HOW TO COMPLETE THIS TASK — Locate the lines of the listing below that hold "loads", then copy each of them.

DATA TO USE —
def _estimate(body: dict, detail: str):
    """A batch body's prepared series and their engine work as web/budget.py estimates it (no analysis)."""
    from lagsight.inputs.schema import BatchRequest
    from lagsight.web.batch import prepare_items

    app = create_app({"TESTING": True})
    with app.test_request_context(BATCH, method="POST"):
        shared = BatchRequest().load(body)
        prepared, _, _ = prepare_items(shared.pop("series"), shared, app.config)
        return prepared, budget.engine_work(budget.Estimate(), prepared, detail)

def _seasonal(n: int, period: int, seed: int) -> list[float]:
    rng = np.random.default_rng(seed)
    return np.round(rng.standard_normal(n) + 3 * np.sin(2 * np.pi * np.arange(n) / period), 4).tolist()


def _noise(n: int, seed: int) -> list[float]:
    return np.round(np.random.default_rng(seed).standard_normal(n), 4).tolist()


def _counter(client, name: str, labels: str = "") -> float:
    text = client.get("/metrics").get_data(as_text=True)
    found = re.search(rf"^{name}{re.escape(labels)} (\S+)$", text, re.M)
    return float(found.group(1)) if found else 0.0


@pytest.fixture
def log_lines():
    stream = io.StringIO()
    handler = logging.StreamHandler(stream)
    handler.setFormatter(JsonFormatter())
    logger = logging.getLogger("lagsight")
    logger.addHandler(handler)
    yield lambda: [json.loads(line) for line in stream.getvalue().splitlines()]
    logger.removeHandler(handler)


def _problem(r, status: int) -> dict:
    assert r.status_code == status, (r.status_code, r.get_data()[:400])
    assert r.content_type == "application/problem+json"
    problem = r.get_json()
    assert_valid(problem, "Problem")
    return problem


def test_many_lengths_with_a_long_period_are_refused_before_any_analysis(log_lines):
    """150 lengths with period 1,000 and max_lag 1,000 under a budget of 1,000 units: refused before any analysis,
    the request logged and counted, the largest part named with what to change."""
    client = create_app({"TESTING": True, "MAX_COST": 1000}).test_client()
    body = {"period": 1000, "series": [{"id": f"depot-{i}", "values": _seasonal(2001 + i, 1000, i)}
                                       for i in range(150)]}
    before = _counter(client, "lagsight_series_analysed_total")
    r = client.post(BATCH, json=body, headers={"X-Request-ID": "costly-1"})
    problem = _problem(r, 413)
    assert problem["type"] == "urn:lagsight:problem:payload-too-large"
    assert "over this deployment's budget of 1,000 (LAGSIGHT_MAX_COST" in problem["detail"]
    cost = int(re.search(r"would cost about ([\d,]+) units", problem["detail"]).group(1).replace(",", ""))
    assert cost > 1000
    assert "Most of it is seasonal decompositions" in problem["detail"]
    assert "150 distinct pairs of series length and period" in problem["detail"]
    assert budget._ADVICE["seasonal decompositions"] in problem["detail"]  # what to change
    assert [e["pointer"] for e in problem["errors"]] == ["/series"]
    assert _counter(client, "lagsight_series_analysed_total") == before  # nothing analysed
    refused = [e for e in log_lines() if e["message"] == "request over the cost budget"]
    assert refused and refused[0]["request_id"] == "costly-1" and refused[0]["cost"] == cost


def test_many_lengths_with_a_long_period_fit_the_default_budget():
    """The same 150 lengths share one loess table per window, one joint decomposition per chunk and one set of
    null draws for their verdict tables (one per short lag, 30 of them): within the default budget of 20,000;
    before, one table per length and per short lag cost about 30,000 units. Their estimate, not their run."""
    body = {"period": 1000, "series": [{"id": i, "values": _seasonal(2001 + i, 1000, i)} for i in range(150)]}
    prepared, estimate = _estimate(body, "full")
    assert estimate.total < 20_000
    assert estimate.parts.get("verdict null tables", 0.0) == 0.0  # one set of draws: the request's warm-up


def test_the_seasonal_decompositions_of_many_lengths_share_their_tables():
    """The loess tables of a period serve every length its windows are shorter than (engine/stl.py), and the
    lengths of a chunk are decomposed together: 150 lengths with period 1,000 count one table, one joint
    decomposition per chunk, and each block's and series' own work."""
    body = {"period": 1000, "series": [{"id": i, "values": _seasonal(2001 + i, 1000, i)} for i in range(150)]}
    from lagsight.engine import stl
    from lagsight.pipeline import blocks, chunks

    prepared, estimate = _estimate(body, "brief")
    trend = stl.windows(1000)[0]
    assert trend < 2001 and trend >= stl.FFT_MIN_WIDTH and (2001 - trend) * trend >= stl.FFT_MIN_WORK
    count = len(chunks(blocks(prepared)))
    points = sum(2001 + i for i in range(150))
    expected = (budget.STL_TABLES + budget.STL_TABLES_W2 * trend ** 2
                + count * (budget.STL_CALL + budget.STL_CALL_W2 * trend ** 2)
                + 150 * (budget.STL_GROUP + budget.STL_SERIES_W2 * trend ** 2) + budget.STL_POINT * points)
    assert estimate.parts["seasonal decompositions"] == pytest.approx(expected)
    assert estimate.notes["seasonal decompositions"].startswith("150 distinct pairs of series length and period")


@pytest.mark.parametrize("body,part", [
    ({"transform": {"box_cox": "estimate"}, "series": [
        {"id": i, "values": np.exp(_noise(300, i)).tolist()} for i in range(200)]}, "Box-Cox estimates"),
    ({"max_lag": 2000, "series": [{"id": i, "values": _noise(5000, i)} for i in range(10)]}, "lags"),
    ({"series": [{"id": i, "values": _noise(400 + i, i)} for i in range(100)]}, "engine passes"),  # one null table
    ({"p_values": "monte_carlo", "replicates": 999, "series": [{"id": 0, "values": _noise(3000, 1)}]},
     "Monte Carlo p-values"),
])
def test_the_largest_part_of_the_cost_is_named_with_what_to_change(body, part):
    client = create_app({"TESTING": True, "MAX_COST": 100}).test_client()
    problem = _problem(client.post(BATCH, json=body), 413)
    assert f"Most of it is {part}" in problem["detail"] and "budget of 100 " in problem["detail"]
    assert budget._ADVICE[part] in problem["detail"]


def test_the_single_route_is_held_to_the_budget_too():
    client = create_app({"TESTING": True, "MAX_COST": 100}).test_client()
    body = {"values": _noise(3000, 2), "p_values": "monte_carlo", "replicates": 999}
    problem = _problem(client.post("/v1/diagnostics", json=body), 413)
    assert "Monte Carlo p-values" in problem["detail"] and [e["pointer"] for e in problem["errors"]] == [""]
    assert client.post("/v1/diagnostics", json={"values": _noise(3000, 2)}).status_code == 200


def test_the_estimate_follows_the_model():
    """The estimate of a plain batch is the sum of its parts as web/budget.py states them."""
    body = {"series": [{"id": i, "values": _noise(200, i)} for i in range(10)], "max_lag": 20}
    prepared, estimate = _estimate(body, "full")
    per_series = budget.SERIES + budget.POINT * 200 + budget.FULL_SERIES + budget.FULL_POINT * 200
    assert estimate.parts["engine passes"] == pytest.approx(budget.PASS)
    assert estimate.parts["series and points"] == pytest.approx(10 * per_series)
    assert estimate.parts["lags"] == pytest.approx((budget.PASS_LAG + budget.PASS_LAG_BLOCK) * 20
                                                   + budget.SERIES_LAG2 * 400 * 10)
    k = trend.adf_trend_lags(200) + 3  # the ADF regressors with a trend
    mechanism = budget.MECH_SERIES + budget.MECH_POINT * 200 + budget.MECH_POINT_K2 * 200 * k * k
    assert estimate.parts["mechanism checks"] == pytest.approx(10 * mechanism)
    assert "seasonal decompositions" not in estimate.parts


def _late_app(deadline: float):
    return create_app({"TESTING": True, "REQUEST_DEADLINE": deadline})
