def _from_horizon(name: str, d: np.ndarray, r: np.ndarray, spec: Spec, mask: np.ndarray | None,
                  n_eff: np.ndarray | None) -> TestArrays:
    """Ljung-Box, Box-Pierce or McLeod-Li summed from lag ``spec.horizon`` with Bartlett's variance
    (:func:`.horizon.portmanteau_from`); McLeod-Li at the short lag shifted by the horizon, on the squares."""
    m, n = d.shape
    H = spec.horizon
    if name == "mcleod_li":
        lag = min(spec.short_lag + H - 1, spec.max_lag)
        if mask is None:
            sq = center(d * d)
            c = autocovariance(sq, lag)
            with np.errstate(invalid="ignore", divide="ignore"):
                r2, size = c[:, 1:] / c[:, :1], n
        else:
            r2, size = masked_acf(np.where(mask, d * d, np.nan), mask, lag)
        stat, _, p = ahead.portmanteau_from(r2, size, [lag], H)
        return TestArrays(name, [lag], [lag - H + 1], stat, p, stat, extras={"from_lag": H})
    stat, df, p = ahead.portmanteau_from(r, n if n_eff is None else n_eff, spec.test_lags, H, spec.model_df, name)
    return TestArrays(name, list(spec.test_lags), [int(v) if v > 0 else None for v in df], stat, p, stat,
                      extras={"from_lag": H})


def _observe(x: np.ndarray, spec: Spec):
    d = center(x)
    c = autocovariance(d, spec.max_lag)
    r = c[:, 1:] / c[:, :1]
    power = spectrum.periodogram(d)
    return d, r, power


def monte_carlo(observed: list[TestArrays], n: int, spec: Spec) -> None:
    """Replace asymptotic p-values by Monte Carlo ones simulated under an i.i.d. normal null.

    p = (1 + #{simulated >= observed}) / (R + 1), standard error sqrt(p (1 - p) / R).
    Every row of the group shares the same simulated null (same n and options).
    """
    rng = np.random.default_rng(spec.seed)
    R = spec.replicates
    chunk = max(1, MC_CHUNK_VALUES // n)
    sims: dict[str, list[np.ndarray]] = {t.name: [] for t in observed}
    done = 0
    while done < R:
        size = min(chunk, R - done)
        z = rng.standard_normal((size, n))
        d, r, power = _observe(z, spec)
        for t in _tests(z, d, r, power, spec):
            sims[t.name].append(t.extreme)
        done += size
    for t in observed:
        sim = np.sort(np.concatenate(sims[t.name], axis=0), axis=0)  # (R, L)
        counts = np.empty(t.extreme.shape)
        for j in range(t.extreme.shape[1]):
            column = sim[:, j]
            counts[:, j] = R - np.searchsorted(column, t.extreme[:, j], side="left")
        p = (1.0 + counts) / (R + 1.0)
        undefined = np.isnan(t.extreme) | np.isnan(t.p_value)
        t.p_value = np.where(undefined, np.nan, p)
        t.mc_se = np.where(undefined, np.nan, np.sqrt(p * (1.0 - p) / R))
        t.method = "monte_carlo"


def analyse(x: np.ndarray, spec: Spec, mask: np.ndarray | None = None,
            filled: np.ndarray | None = None, deferred: bool = False) -> GroupAnalysis:
    """Autocorrelations, bands, tests and spectral summaries for rows of x.

    Parameters
    ----------
    x : ndarray, shape (m, n)
        Finite, non-constant rows, n >= 3 (NaN allowed only where ``mask`` is False).
    spec : Spec
        max_lag (1 <= max_lag <= n - 1), confidence, model_df, portmanteau lags
        (each <= max_lag), band kind, tests, p-value method and Monte Carlo settings.
    mask : ndarray of bool, shape (m, n), optional
        True where observed. When given, the amplitude-modulated estimator with
        per-lag effective sizes n_k is used (see :mod:`.masked`): band standard
        errors scale by sqrt(n / n_k); the periodogram, STL, the unit-root check
        and Monte Carlo p-values need complete series and are left out.
    filled : ndarray of bool, shape (m, n), optional
        True where a value was filled in (interpolated). The verdict's evidence leaves those values out
        (amplitude-modulated estimator on the observed ones); everything else is computed on the filled series.
    deferred : bool, default False
        Leave the partial autocorrelations (``pacf`` None) and the seasonal strengths (None, with the rows
        that need one in ``seasonal_rows``) to the caller, which computes them for several groups at once
        (:func:`lagsight.engine.family.analyse_groups`).
    """
    x = np.atleast_2d(np.asarray(x, dtype=np.float64))
    m, n = x.shape
    if mask is not None and mask.all():
        mask = None
    n_eff = None
    if mask is None:
        d, r, power = _observe(x, spec)
    else:
        r, n_eff = masked_acf(x, mask, spec.max_lag)
        d, power = center_observed(x, mask), None
    phi = None if deferred or not spec.report_extras else np.clip(pacf(r), -1.0, 1.0)
    band = acf_band(spec.band, r, n, spec.confidence)
    if spec.horizon > 1 and spec.band != "bartlett":  # lags >= h: Bartlett's variance, as the evidence uses
        band.se[:, spec.horizon - 1:] *= np.sqrt(ahead.bartlett_factor(r, spec.horizon))[:, None]
    p_band = pacf_band(spec.band, m, n, spec.max_lag, spec.confidence)
    if n_eff is not None:
        scale = np.sqrt(n / n_eff)
        band.se, p_band.se = band.se * scale, p_band.se * scale
    cumulative = None if power is None else spectrum.cumulative_periodogram(power)
    tests = _tests(x, d, r, power, spec, mask, n_eff, cumulative)
    if spec.p_values == "monte_carlo" and spec.replicates > 0 and mask is None:
        monte_carlo(tests, n, spec)
    if power is None:
        freqs, chart_power, chart_cum, expected, crit = (np.zeros(0), np.zeros((m, 0)), np.zeros((m, 0)),
                                                        np.zeros(0), None)
    else:
        freqs, chart_power, chart_cum, expected = spectrum.chart_blocks(power, n, cumulative=cumulative)
        crit = spectrum.ks_critical(power.shape[1], spec.confidence)
    # STL runs only where a seasonal lag lies outside the band: elsewhere there is no seasonal
    # pattern to measure, and the decomposition (about 1 ms a series) would dominate large batches.
    if spec.seasonal_lags:
        idx = np.array(spec.seasonal_lags) - 1
        seasonal_flag = ((r[:, idx] < band.lower[:, idx]) | (r[:, idx] > band.upper[:, idx])).any(axis=1)
    else:
        seasonal_flag = np.zeros(m, dtype=bool)
    complete = mask is None
    strength: list = [None] * m
    rows = np.zeros(0, dtype=np.int64)
    if (complete and spec.seasonal_strength and spec.period is not None and n >= 2 * spec.period + 1
            and stl.supports(spec.period)):
        rows = np.flatnonzero(seasonal_flag)
        if rows.size and not deferred:
            for i, value in zip(rows.tolist(), seasonality.stl_strengths(x[rows], spec.period).tolist()):
                strength[i] = value
    suggested: list = [None] * m
    if spec.period is None and complete and spec.report_extras:
        suggested = seasonality.suggest_periods(r, band.upper, power, n)
    unit_root: list = [None] * m
    if complete and n >= 10 and spec.report_extras:
        slow = np.flatnonzero(stationarity.decays_slowly(r))
        if slow.size:
            for i, result in zip(slow.tolist(), stationarity.adf_rows(x[slow])):
                unit_root[i] = result
    decision_mask = mask if filled is None else (~filled if mask is None else mask & ~filled)
    ev = whiteness.evidence(x, spec.layout, spec.model_df, mask=decision_mask)
    alpha = 1.0 - spec.confidence
    candidates = ev.p_autocorrelation < alpha
    if mask is None:
        persistent = np.flatnonzero(candidates & (r[:, 0] >= 0.3))
        mech = mechanism_checks.check(x, r, persistent, np.arange(m))
    else:
        nan = np.full(m, np.nan)
        mech = mechanism_checks.Mechanism(nan, nan, nan, nan, nan, np.zeros(m, dtype=bool), [[] for _ in range(m)],
                                          [[] for _ in range(m)])
    return GroupAnalysis(
        n, spec, r, band, phi, p_band, tests, freqs, chart_power, chart_cum, expected, crit,
        strength, suggested, unit_root, n_eff, ev, mech, rows if deferred else None,
    )
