/** Flow condition: ISA altitude + Mach + reference length, or a Reynolds number given directly. */
export const flowInputsSchema = z.object({
  mode: z.enum(['altitude', 'reynolds']),
  altitude_m: finite('altitude_m').min(-500, 'altitude_m must be at least −500 m').max(20000, 'altitude_m must be at most 20 000 m (ISA range)').default(11000),
  isaTemperatureOffset_K: finite('isaTemperatureOffset_K').min(-60).max(60).default(0),
  mach: finite('mach').min(0, 'mach must not be negative').lt(1, 'mach must be below 1 (subsonic free stream)').default(0.7),
  referenceLength_m: positive('referenceLength_m').default(2),
  reynolds: positive('reynolds').optional(),
  /** Either a free-stream turbulence level (N_crit from Mack's relation) or N_crit given directly. */
  turbulenceMode: z.enum(['intensity', 'nCrit']).default('nCrit'),
  turbulenceIntensity: finite('turbulenceIntensity').positive().max(0.05, 'turbulenceIntensity is a fraction, at most 0.05').optional(),
  nCrit: finite('nCrit').min(1).max(20).default(9),
  sweepDeg: finite('sweepDeg').min(0).max(70, 'sweepDeg must be at most 70°').default(0),
}).superRefine((flow, ctx) => {
  if (flow.mode === 'reynolds' && flow.reynolds === undefined) ctx.addIssue({ code: 'custom', path: ['reynolds'], message: 'reynolds is needed when the condition is given by Reynolds number' });
  if (flow.mode === 'altitude' && !(flow.mach > 0)) ctx.addIssue({ code: 'custom', path: ['mach'], message: 'mach must be greater than zero to give a Reynolds number from the altitude' });
  if (flow.turbulenceMode === 'intensity' && flow.turbulenceIntensity === undefined) {
    ctx.addIssue({ code: 'custom', path: ['turbulenceIntensity'], message: 'turbulenceIntensity is needed when N_crit comes from the turbulence level' });
  }
});
export type FlowInputs = z.infer<typeof flowInputsSchema>;

export { PRESSURE_TEXT_LIMIT, UPLOAD_LIMIT_BYTES, SWEEP_RANGES } from './limits';

/**
 * Pressure distribution: a pasted or uploaded table, one closed loop or one surface. A closed loop runs
 * `x [y] cp` from the trailing edge over one side to the other (the stagnation point is found); a
 * single surface starts at the attachment line. With `hasRadius` the table needs a header row naming
 * a radius column (`r`), e.g. `x r cp` (axisymmetric bodies, single surface only).
 */
export const pressureInputsSchema = z.object({
  /** The table exactly as pasted or as read from the uploaded file. */
  text: z.string().max(PRESSURE_TEXT_LIMIT, `the table is longer than ${PRESSURE_TEXT_LIMIT / 1_000_000} million characters`),
  uploadId: z.string().uuid().nullable().default(null),
  filename: z.string().nullable().default(null),
  layout: z.enum(['closedLoop', 'surface']).default('closedLoop'),
  /** For a single surface: its name (upper, lower, nacelle outer, …). */
  surfaceName: z.string().max(60).default('upper'),
  /** Whether the last column is a body radius (axisymmetric bodies such as nacelles). */
  hasRadius: z.boolean().default(false),
  /**
   * Smoothing of Ue(s) before it is differentiated (local least-squares quadratic): `off`, `auto` (the
   * width from the estimated scatter; absent means auto) or `width` (smoothingHalfWidth stations on each side).
   */
  smoothing: z.enum(['off', 'auto', 'width']).optional(),
  smoothingHalfWidth: z.number().int('smoothingHalfWidth must be a whole number').min(1, 'smoothingHalfWidth must be at least 1').max(50, 'smoothingHalfWidth must be at most 50').optional(),
}).superRefine((p, ctx) => {
  if (p.hasRadius && p.layout !== 'surface') ctx.addIssue({ code: 'custom', path: ['hasRadius'], message: 'a body radius is read only for a single surface (layout surface)' });
});
export type PressureInputs = z.infer<typeof pressureInputsSchema>;

/** Transition analysis: which flow and pressure cells, which criteria, trips, turbulent march. */
export const analysisInputsSchema = z.object({
  flowCellId: cellRef('flowCellId'),
  pressureCellId: cellRef('pressureCellId'),
  criteria: z.array(z.enum(TRANSITION_CRITERIA)).min(1, 'criteria: pick at least one transition criterion').default([...TRANSITION_CRITERIA]),
  /**
   * Forced transition per surface name (`upper`, `lower`, or a single surface's name) at this x/c of
   * the table; absent means free transition.
   */
  trips: z.record(z.string(), finite('trip').min(0, 'a trip location must not be negative')).default({}),
  turbulent: z.boolean().default(true),
  /**
   * Which criterion sets the governing transition: `auto` is the earlier of e^N and the crossflow
   * Reynolds number when e^N is chosen (the others are cross-checks), else the earliest; `earliest`
   * takes the shortest laminar run of the chosen ones.
   */
  governing: z.enum(['auto', 'earliest', ...TRANSITION_CRITERIA]).default('auto'),
});
export type AnalysisInputs = z.infer<typeof analysisInputsSchema>;

/** The most cases one sweep may have (a grid counts steps × steps of the second parameter). */
export const SWEEP_CASE_LIMIT = 2000;
/**
 * The limit as the messages write it ("2,000"), grouped here rather than by `toLocaleString`: these
 * schemas are built when the web app loads them, and a browser's first number formatting starts its
 * locale data (25–45 ms measured in headless chromium), all for this one text.
 */
const SWEEP_CASE_LIMIT_TEXT = String(SWEEP_CASE_LIMIT).replace(/\B(?=(\d{3})+$)/g, ',');

const sweepParameterSchema = z.enum(['reynolds', 'mach', 'nCrit', 'sweepDeg']);
const sweepSteps = (field: string) =>
  z.number({ error: `${field} must be a number` }).int(`${field} must be a whole number`).min(2, `${field} must be at least 2`).max(SWEEP_CASE_LIMIT, `${field} must be at most ${SWEEP_CASE_LIMIT_TEXT}`);

/**
 * Parameter sweep: one analysis cell re-run over `steps` evenly spaced values of one parameter of its
 * flow cell, or over a grid of two (`second`: every value of the second parameter at every value of the
 * first). Mach at a fixed altitude changes the Reynolds number too (V∞ = M a∞); a Reynolds-number
 * sweep keeps Mach as the flow cell has it. A long sweep runs as a job, its cases shared by the workers.
 */
export const sweepInputsSchema = z.object({
  analysisCellId: cellRef('analysisCellId'),
  parameter: sweepParameterSchema,
  from: finite('from'),
  to: finite('to'),
  steps: sweepSteps('steps'),
  second: z
    .object({ parameter: sweepParameterSchema, from: finite('second.from'), to: finite('second.to'), steps: sweepSteps('second.steps') })
    .nullable()
    .optional(),
}).superRefine((sweep, ctx) => {
  const check = (parameter: SweepInputs['parameter'], from: number, to: number, path: string[]) => {
    const range = SWEEP_RANGES[parameter];
    for (const [end, v] of [['from', from], ['to', to]] as const) {
      if (!(v >= range.min && v <= range.max)) ctx.addIssue({ code: 'custom', path: [...path, end], message: `${parameter} must lie between ${range.min} and ${range.max}${range.note}` });
    }
    if (from === to) ctx.addIssue({ code: 'custom', path: [...path, 'to'], message: `${path.length ? 'second.' : ''}to must differ from ${path.length ? 'second.' : ''}from` });
  };
  check(sweep.parameter, sweep.from, sweep.to, []);
  if (sweep.second) {
    check(sweep.second.parameter, sweep.second.from, sweep.second.to, ['second']);
    if (sweep.second.parameter === sweep.parameter) ctx.addIssue({ code: 'custom', path: ['second', 'parameter'], message: 'the second parameter must differ from the first' });
    const cases = sweep.steps * sweep.second.steps;
    if (cases > SWEEP_CASE_LIMIT) {
      ctx.addIssue({ code: 'custom', path: ['second', 'steps'], message: `the grid has ${cases.toLocaleString('en')} cases (steps × second.steps); at most ${SWEEP_CASE_LIMIT_TEXT}` });
    }
  }
});

export type SweepInputs = z.infer<typeof sweepInputsSchema>;

/** Comparison: two to four pressure cells or analyses of the study, overlaid. */
export const comparisonInputsSchema = z.object({
  firstCellId: cellRef('firstCellId'),
  secondCellId: cellRef('secondCellId'),
  thirdCellId: cellRef('thirdCellId').nullable().default(null),
  fourthCellId: cellRef('fourthCellId').nullable().default(null),
});
export type ComparisonInputs = z.infer<typeof comparisonInputsSchema>;

/** Flat-plate estimate: quick skin-friction sizing for nacelles and fairings. */
export const flatPlateInputsSchema = z.object({
  mode: z.enum(['reynolds', 'dimensional']).default('reynolds'),
  reynolds: positive('reynolds').default(1e7),
  length_m: positive('length_m').default(2),
  speed_mps: positive('speed_mps').default(200),
  kinematicViscosity_m2s: positive('kinematicViscosity_m2s').default(3.9e-5),
  transitionMode: z.enum(['reynolds', 'location']).default('reynolds'),
  transitionReynolds: positive('transitionReynolds').default(3e6),
  /** Transition position as a fraction of the length, 0…1. */
  transitionLocation: finite('transitionLocation').min(0).max(1, 'transitionLocation is a fraction of the length, 0 to 1').default(0.3),
});
export type FlatPlateInputs = z.infer<typeof flatPlateInputsSchema>;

OUTPUT —
    yield lambda: [json.loads(line) for line in stream.getvalue().splitlines()]
 * schemas are built when the web app loads them, and a browser's first number formatting starts its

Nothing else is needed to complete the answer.